Facts: On October 2, 2002, Edwin Babiano was hired by Century Properties Inc (CPI) as Director
of Sales, and was eventually appointed as Vice President for Sales. His employment contract
contained a "Confidentiality of Documents and Non-Compete Clause" which, among others,
barred him from disclosing confidential information, and from working in any business
enterprise that is in direct competition with CPI "while he is employed and for a period of one
year from date of resignation or termination from CPI." Should Babiano breach any of the terms
thereof, his "forms of compensation, including commissions and incentives will be forfeited."
During the same period, Emma Concepcion was initially hired as Sales Agent by CPI and was
eventually promoted as Project Director. It was stipulated in her contract that no employeremployee relationship exists between Concepcion and CPI.
On February 25, 2009, Babiano tendered his resignation and revealed that he had been
accepted as Vice President of First Global BYO Development Corporation (First Global), a
competitor of CPI. On the other hand, Concepcion resigned as CPFs Project Director through a
letter dated February 23, 2009, effective immediately. Respondents filed a complaint for nonpayment of commissions and damages against CPI.

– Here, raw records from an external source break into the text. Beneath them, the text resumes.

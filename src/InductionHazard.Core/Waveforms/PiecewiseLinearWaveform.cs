using System;
using System.Collections.Generic;
using InductionHazard.Errors;
using InductionHazard.Quantities;

namespace InductionHazard.Waveforms;

/// <summary>
/// A drive given by its values at times, linear between them and held at the end values outside: a trapezoidal
/// pulse, or a sampled capture from an oscilloscope or logger. The rate is constant on each piece and every
/// sample is a breakpoint, so the transient solver is exact for it.
/// </summary>
public sealed class PiecewiseLinearWaveform : FieldWaveform
{
    private readonly double[] _times;
    private readonly double[] _values;

    /// <summary>Creates the waveform from its samples (copied).</summary>
    /// <param name="form">"Trapezoid" or "Samples".</param>
    /// <param name="times">The sample times, strictly increasing, s.</param>
    /// <param name="values">The drive at each time.</param>
    /// <param name="drive">What the values measure.</param>
    /// <param name="description">A one-line description.</param>
    /// <exception cref="InvalidInputException">Fewer than two samples, times not strictly increasing, or a value not finite.</exception>
    public PiecewiseLinearWaveform(string form, IReadOnlyList<double> times, IReadOnlyList<double> values, DriveKind drive, string description)
        : base(drive)
    {
        if (times.Count != values.Count || times.Count < 2)
        {
            throw new InvalidInputException("Samples", "a piecewise-linear drive needs at least two (time, value) samples; got " + Math.Min(times.Count, values.Count));
        }

        _times = new double[times.Count];
        _values = new double[values.Count];
        double shortest = double.PositiveInfinity, peak = 0, peakRate = 0;
        for (int k = 0; k < times.Count; k++)
        {
            _times[k] = Require.Finite("Samples", times[k]);
            _values[k] = Require.Finite("Samples", values[k]);
            peak = Math.Max(peak, Math.Abs(values[k]));
            if (k > 0)
            {
                double dt = times[k] - times[k - 1];
                if (!(dt > 0))
                {
                    throw new InvalidInputException("Samples", "times must be strictly increasing; sample " + (k + 1) + " at " + SiFormat.Format(times[k], "s") + " does not follow " + SiFormat.Format(times[k - 1], "s"));
                }

                shortest = Math.Min(shortest, dt);
                peakRate = Math.Max(peakRate, Math.Abs(values[k] - values[k - 1]) / dt);
            }
        }

        DriveTiming.RequireResolvable(_times[0], shortest, "Samples");
        PhysicalRanges.StartTime.For("Samples").Check(_times[_times.Length - 1]);
        Form = form;
        PeakValue = peak;
        PeakRate = peakRate;
        ShortestIntervalSeconds = shortest;
        _description = description;
    }

    private readonly string _description;

    /// <summary>A trapezoidal pulse from 0: up to the amplitude over the rise, flat, down to 0 over the fall.</summary>
    /// <exception cref="InvalidInputException">A time is not positive (the flat top may be zero).</exception>
    public static PiecewiseLinearWaveform Trapezoid(double amplitude, double riseSeconds, double flatSeconds, double fallSeconds, double startSeconds = 0, DriveKind drive = DriveKind.Unspecified)
    {
        Require.Finite("Amplitude", amplitude);
        PhysicalRanges.DriveDuration.For("RiseTime").Check(riseSeconds);
        PhysicalRanges.DriveDuration.For("FallTime").Check(fallSeconds);
        Require.NonNegative("FlatTime", flatSeconds);
        var times = new List<double> { startSeconds, startSeconds + riseSeconds };
        var values = new List<double> { 0, amplitude };
        if (flatSeconds > 0)
        {
            times.Add(startSeconds + riseSeconds + flatSeconds);
            values.Add(amplitude);
        }

        times.Add(startSeconds + riseSeconds + flatSeconds + fallSeconds);
        values.Add(0);
        string unit = drive switch { DriveKind.FluxDensity => "T", DriveKind.Current => "A", _ => string.Empty };
        return new PiecewiseLinearWaveform(
            "Trapezoid",
            times,
            values,
            drive,
            "trapezoid to " + SiFormat.Format(amplitude, unit) + ": rise " + SiFormat.Format(riseSeconds, "s") + ", flat " + SiFormat.Format(flatSeconds, "s")
            + ", fall " + SiFormat.Format(fallSeconds, "s") + " from t = " + SiFormat.Format(startSeconds, "s"));
    }

    /// <inheritdoc />
    public override string Form { get; }

    /// <summary>How many samples define the drive.</summary>
    public int SampleCount => _times.Length;

    /// <summary>The shortest interval between samples, s.</summary>
    public double ShortestIntervalSeconds { get; }

    /// <inheritdoc />
    public override double StartSeconds => _times[0];

    /// <inheritdoc />
    public override double EndSeconds => _times[_times.Length - 1];

    /// <inheritdoc />
    public override double PeakValue { get; }

    /// <inheritdoc />
    public override double PeakRate { get; }

    /// <inheritdoc />
    public override IReadOnlyList<double> Breakpoints => _times;

    /// <inheritdoc />
    public override IReadOnlyList<TimeScale> TimeScales => new[]
    {
        new TimeScale("shortest interval", ShortestIntervalSeconds),
        new TimeScale("duration", EndSeconds - StartSeconds),
    };

    /// <summary>The knee frequency of the fastest edge: 0.35 over the shortest piece over which the drive changes, Hz.</summary>
    public override double SignificantFrequencyHertz => EdgeTiming.KneeFrequencyHertz(FastestEdgeSeconds());

    /// <inheritdoc />
    public override double Value(double t)
    {
        if (t <= _times[0])
        {
            return _values[0];
        }

        int n = _times.Length;
        if (t >= _times[n - 1])
        {
            return _values[n - 1];
        }

        int k = Piece(t);
        return _values[k] + ((_values[k + 1] - _values[k]) * (t - _times[k]) / (_times[k + 1] - _times[k]));
    }

    /// <inheritdoc />
    public override double Rate(double t)
    {
        if (t < _times[0] || t >= _times[_times.Length - 1])
        {
            return 0.0;
        }

        int k = Piece(t);
        return (_values[k + 1] - _values[k]) / (_times[k + 1] - _times[k]);
    }

    /// <inheritdoc />
    public override string Describe() => _description;

    /// <summary>The index k with times[k] &lt;= t &lt; times[k + 1] (binary search).</summary>
    private int Piece(double t)
    {
        int index = Array.BinarySearch(_times, t);
        int k = index >= 0 ? index : ~index - 1;
        return Math.Max(0, Math.Min(k, _times.Length - 2));
    }

    /// <summary>
    /// The rise time of the fastest edge: the full change of the drive over its fastest rate (the time that rate
    /// would take to cover the drive's span). For a trapezoid, its shorter edge.
    /// </summary>
    private double FastestEdgeSeconds()
    {
        double span = 0;
        double min = _values[0], max = _values[0];
        foreach (double v in _values)
        {
            min = Math.Min(min, v);
            max = Math.Max(max, v);
        }

        span = max - min;
        return PeakRate > 0 && span > 0 ? Math.Max(span / PeakRate, ShortestIntervalSeconds) : EndSeconds - StartSeconds;
    }
}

The Labor Arbiter ruled in favor of CPI stating that Babiano violated the "Confidentiality of
Documents and Non-Compete Clause" of his employment contract, thus, resulting in the
forfeiture of his unpaid commissions. While in Concepcions case, it ruled that it did not have
jurisdiction over her money claim as she was not an employee but a mere agent of CPI, as
clearly stipulated in her engagement contract with the latter.
However, the NLRC reversed the LAs decision. The CA subsequently affirmed the NLRC ruling
with modification increasing the award of unpaid commissions to Babiano and Concepcion.
Issue: WON CPI is liable for the unpaid commissions of respondents
Held: Article 1370 of the Civil Code provides that "if the terms of a contract are clear and
leave no doubt upon the intention of the contracting parties, the literal meaning of its
stipulations shall control." The court ruled that Babiano violated the stipulations of the
"Confidentiality of Documents and Non-Compete Clause", thus, justifying the forfeiture of his
unpaid commissions.
Based on case law, the presence of the following elements evince the existence of an
employer-employee relationship: (a) the power to hire, i.e., the selection and engagement of
the employee; (b) the payment of wages; (c) the power of dismissal; and (d) the employer's
power to control the employee's conduct, or the so called "control test." The control test is
commonly regarded as the most important indicator of the presence or absence of an

employer-employee relationship. Under this test, an employer-employee relationship exists


where the person for whom the services are performed reserves the right to control not only
the end achieved, but also the manner and means to be used in reaching that end.
The Court thus, finds that Concepcion was an employee of CPI. While the employment
agreement of Concepcion was denominated as a "Contract of Agency for Project Director," it
should be stressed that the existence of employer-employee relations could not be negated by
the mere expedient of repudiating it in a contract. It was ruled that one's employment status is
defined and prescribed by law, and not by what the parties say it should be.
In sum, the Court thus holds that the commissions of Babiano were properly forfeited for
violating the "Confidentiality of Documents and Non-Compete Clause." On.the other hand, CPI
remains liable for the unpaid commissions of Concepcion in the sum of P591,953.05.